Нюргуна рассмеялась. Вечно эта Аныс подшучивает. Посидела бы сама без воздуха и солнца, поубавилось бы, наверно, бойкости.
— А что, Аныс, о хозяине говорят?
— Смотря кто. Каменная Женщина твердит: муж за лекарством для нее в город поехал, а Беке — в управу, разводиться.
— А Беке откуда знает?
— Ну, с учителем они друзья. Да ты что делаешь вид, будто ничего не знаешь? Небось Беке записочки носит?
Нюргуна нахмурилась. Не выходит у нее из головы письмо Василия. Золото, золото… Почему Василий так настаивает на краже? Да и как его найти, проклятый клад? Попробовала заговорить с Боккоей, но так и не посмела спросить в открытую. Ну хорошо, возьмет она золото, убежит. А что будет потом со старухой? Какую кару обрушит на нее тетка?
— Что закручинилась? Смотри, к Тихону подъезжаем!
Из-за поворота показалась полуразвалившаяся юрта. Не успели девушки привязать коня, как навстречу им из ветхого жилища выскочили оборванные детишки. Нюргуна с досадой ощупала карманы: забыла захватить гостинцев. Она погладила детей по головкам, и ей стало так грустно, так тоскливо, что хоть беги на край света.
— А, за маслом? — худая, как скелет, дрожащая всем телом, как осина, показалась из юрты Ирина, жена Тихона. — Заходите, гости дорогие!
В словах ее не было никакой иронии, словно и в самом деле была она рада избавиться от масла.
— А вот наш чаек. Похлебайте, — подвинула она девушкам чашки. — Березовым соком пробавляемся. Настоящего чая и запах давно у нас выветрился. Только снится — бывает.
Она слабо улыбнулась.
Нюргуна осторожно отхлебнула то ли сладкий, то ли горький напиток, отдающий болотом.
— Возьми, это тебе! — проговорила Аныс, достав из торбаса кусочек чая.
Ирина с жадностью схватила подарок.
— Дай бог тебе здоровья! — забормотала она. — Ты, наверно, для госпожи готовишь, Аныс?
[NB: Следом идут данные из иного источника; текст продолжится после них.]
std::vector<Species> FileParser::ParseWholeDocument(std::vector<NameRecord>* names) {
  YAML::Node root;
  try {
    root = YAML::Load(text_);
  } catch (const YAML::Exception& error) {
    // ParserException (and DeepRecursion, one of its kinds) carries the mark of the syntax error.
    FailText(
        error.mark, "", "invalid YAML (" + error.msg + "); expected a well-formed YAML document");
    return {};
  }
  std::vector<Species> species_list;
  try {
    if (!root.IsDefined() || root.IsNull()) {
      const SourceLocation where{file_name_, 1, 1};
      problems_->Add(file_index_,
                     1,
                     1,
                     where.ToString() +
                         ": the file holds no data; expected a map starting with '" +
                         std::string(kFormatKey) + ": " + std::to_string(kFormatVersion) + "'");
      return {};
    }
    if (!CheckFormat(root)) return {};
    const std::optional<Entries> top = ReadEntries(root, "", kTopKeys);
    if (!top) return {};
    Defaults defaults;
    if (const Entry* entry = top->Find("defaults")) {
      const std::size_t before = problems_->size();
      if (const auto read = ReadDefaults(entry->value)) defaults = *read;
      // Only validated defaults are walked: their schema bounds the walk (an alias bomb is not).
      if (problems_->size() == before) defaults_canonical_ = DefaultsCanonical(entry->value);
    }
    const Entry* list = top->Find("species");
    const std::string expected_map = "a map from species labels to their data";
    if (!list) {
      Fail(root, "species", "missing", expected_map);
      return {};
    }
    if (!list->value.IsMap()) {
      Fail(list->value, "species", Describe(list->value), expected_map);
      return {};
    }
    if (list->value.size() == 0) {
      Fail(list->value, "species", "an empty map", "at least one species");
      return {};
    }
    int index = 0;
    for (auto it = list->value.begin(); it != list->value.end(); ++it, ++index) {
      std::optional<Species> species = ReadSpecies(it->first, it->second, index, defaults, names);
      if (species) species_list.push_back(std::move(*species));
    }
  } catch (const YAML::Exception& error) {
    // Not expected after a successful load (types are checked before every access); kept so a
    // yaml-cpp surprise still reports a location instead of escaping as a foreign exception.
    FailText(error.mark,
             "",
             "cannot read the YAML data (" + error.msg +
                 "); expected the schema "
                 "of docs/species-schema.md");
  }
  context_.clear();
  return species_list;
}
— Меня к господскому столу на пушечный выстрел не подпускают. Знают, что после меня им ничего не достанется, — захохотала Аныс. — Вот тебе еще.
На этот раз она достала несколько листиков табака. Ирина взяла их негнущимися пальцами и отнесла в дальний угол.
— Потом покурю, — объяснила она, засовывая в рот пустую трубку, — когда больше захочется…
— Ирина, — вспомнила Нюргуна, — ну как ваша жалоба? Та, что я писала? Подействовала?
— Кто ж его знает, милая, — покачала головой Ирина, — Говорят — разбирают… Только когда в пользу бедняков разбирали?…
— Ничего. Не унывай!
— А масла госпоже больше пуда не давай, — добавила Аныс. — Так распорядился еще Василий Макарович, хозяин.
— О, добрый он господин, спаси его господь! — куда-то в сторону поклонилась Ирина. — Только… теперь, наверно, Каменная Женщина все повернет по-своему!
Долго махала рукой Ирина вслед девушкам, долго не отпускало Нюргуну щемящее чувство какой-то вины перед ней. Как будто не тетя, а сама она разорила и ограбила этих бедных людей, отняла у полуголодных детишек последний кусок хлеба.
Убегут они с Василием — и останутся эти люди беззащитными. Какое уж там «больше пуда не давай!»